Seattle Children's Research Institute, Seattle, Washington.
University of Pittsburgh School of Medicine, Pittsburgh, Pennsylvania.
Mol Cancer Ther. 2022 Oct 7;21(10):1608-1621. doi: 10.1158/1535-7163.MCT-22-0059.

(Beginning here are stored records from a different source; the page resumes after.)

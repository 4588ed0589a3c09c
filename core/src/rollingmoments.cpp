#include "tailwise/rollingmoments.h"

#include <algorithm>
#include <cassert>
#include <cmath>

namespace tailwise {

namespace {
// Recompute when the state's trace falls below this share of its peak since the last exact fit.
constexpr double shrinkLimit = 1e-3;
} // namespace

RollingMoments::RollingMoments(const Eigen::MatrixXd &returns, int window, CovarianceEstimator estimator,
                               double lambda, MeanModel mean, int resyncEvery)
    : m_returns(&returns), m_window(window), m_estimator(estimator), m_lambda(lambda),
      m_useMean(mean == MeanModel::Sample), m_resyncEvery(resyncEvery > 0 ? resyncEvery : std::max(window, 250))
{
    assert(window >= 2 && window <= returns.rows());
    const double w = static_cast<double>(window);
    if (estimator == CovarianceEstimator::Ewma) {
        assert(lambda > 0.0 && lambda < 1.0);
        m_lambdaPowWindow = std::pow(lambda, w);
        m_scale = (1.0 - lambda) / -std::expm1(w * std::log(lambda)); // (1−λ)/(1−λ^W)
    } else {
        m_lambdaPowWindow = 0.0;
        m_scale = 1.0 / (w - 1.0);
    }
    m_zero = Eigen::VectorXd::Zero(returns.cols());
    m_work.resize(returns.cols());
    recompute();
}

Eigen::Block<const Eigen::MatrixXd> RollingMoments::windowReturns() const
{
    return m_returns->middleRows(m_start, m_window);
}

void RollingMoments::recompute()
{
    const Eigen::Block<const Eigen::MatrixXd> rows = windowReturns();
    const Eigen::Index n = rows.cols();
    m_mean = rows.colwise().mean().transpose();
    m_state = Eigen::MatrixXd::Zero(n, n);
    if (m_estimator == CovarianceEstimator::Ewma) {
        // Row t (0 = oldest) is k = W−1−t days old and enters S with weight λ^k.
        Eigen::MatrixXd weighted(rows.rows(), n);
        for (Eigen::Index t = 0; t < rows.rows(); ++t)
            weighted.row(t) = std::pow(m_lambda, 0.5 * static_cast<double>(m_window - 1 - t)) * rows.row(t);
        m_state.selfadjointView<Eigen::Lower>().rankUpdate(weighted.transpose(), 1.0);
    } else {
        const Eigen::MatrixXd centred = rows.rowwise() - m_mean.transpose();
        m_state.selfadjointView<Eigen::Lower>().rankUpdate(centred.transpose(), 1.0);
    }
    m_sinceResync = 0;
    m_peakSize = m_state.diagonal().sum();
}

void RollingMoments::advance()
{
    assert(canAdvance());
    const Eigen::Index dropped = m_start;
    const Eigen::Index added = m_start + m_window;
    ++m_start;
    if (++m_sinceResync >= m_resyncEvery) {
        recompute();
        return;
    }
    const double w = static_cast<double>(m_window);
    if (m_estimator == CovarianceEstimator::Ewma) {
        m_state.triangularView<Eigen::Lower>() *= m_lambda;
        m_work = m_returns->row(added).transpose();
        m_state.selfadjointView<Eigen::Lower>().rankUpdate(m_work, 1.0);
        m_work = m_returns->row(dropped).transpose();
        m_state.selfadjointView<Eigen::Lower>().rankUpdate(m_work, -m_lambdaPowWindow);
    }
    // The sample mean (and, for the sample estimator, M) by the centred drop-then-add update.
    m_work = m_returns->row(dropped).transpose() - m_mean;
    if (m_estimator == CovarianceEstimator::Sample)
        m_state.selfadjointView<Eigen::Lower>().rankUpdate(m_work, -w / (w - 1.0));
    m_mean -= m_work / (w - 1.0);
    m_work = m_returns->row(added).transpose() - m_mean;
    if (m_estimator == CovarianceEstimator::Sample)
        m_state.selfadjointView<Eigen::Lower>().rankUpdate(m_work, (w - 1.0) / w);
    m_mean += m_work / w;

    // Rounding in the updates is relative to the largest state seen since the last exact
    // computation; when the state has since shrunk by orders of magnitude (a wild spell has left
    // the window), that error would dominate, so recompute.
    const double size = m_state.diagonal().sum();
    m_peakSize = std::max(m_peakSize, size);
    if (size < shrinkLimit * m_peakSize)
        recompute();
}

double RollingMoments::portfolioVariance(const Eigen::VectorXd &exposures) const
{
    const double quadratic = exposures.dot(m_state.selfadjointView<Eigen::Lower>() * exposures);
    return std::max(0.0, m_scale * quadratic);
}

Eigen::MatrixXd RollingMoments::covariance() const
{
    Eigen::MatrixXd full = m_state.selfadjointView<Eigen::Lower>();
    return m_scale * full;
}

} // namespace tailwise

Rhabdomyosarcoma (RMS) is the most common soft tissue cancer in children. Treatment outcomes, particularly for relapsed/refractory or metastatic disease, have not improved in decades. The current lack of novel therapies and low tumor mutational burden suggest that chimeric antigen receptor (CAR) T-cell therapy could be a promising approach to treating RMS. Previous work identified FGF receptor 4 (FGFR4, CD334) as being specifically upregulated in RMS, making it a candidate target for CAR T cells. We tested the feasibility of an FGFR4-targeted CAR for treating RMS using an NSG mouse with RH30 orthotopic (intramuscular) tumors. The first barrier we noted was that RMS tumors produce a collagen-rich stroma, replete with immunosuppressive myeloid cells, when T-cell therapy is initiated. This stromal response is not seen in tumor-only xenografts. When scFV-based binders were selected from phage display, CARs targeting FGFR4 were not effective until our screening approach was refined to identify binders to the membrane-proximal domain of FGFR4. Having improved the CAR, we devised a pharmacologic strategy to augment CAR T-cell activity by inhibiting the myeloid component of the T-cell-induced tumor stroma. The combined treatment of mice with anti-myeloid polypharmacy (targeting CSF1R, IDO1, iNOS, TGFbeta, PDL1, MIF, and myeloid misdifferentiation) allowed FGFR4 CAR T cells to successfully clear orthotopic RMS tumors, demonstrating that RMS tumors, even with very low copy-number targets, can be targeted by CAR T cells upon reversal of an immunosuppressive microenvironment.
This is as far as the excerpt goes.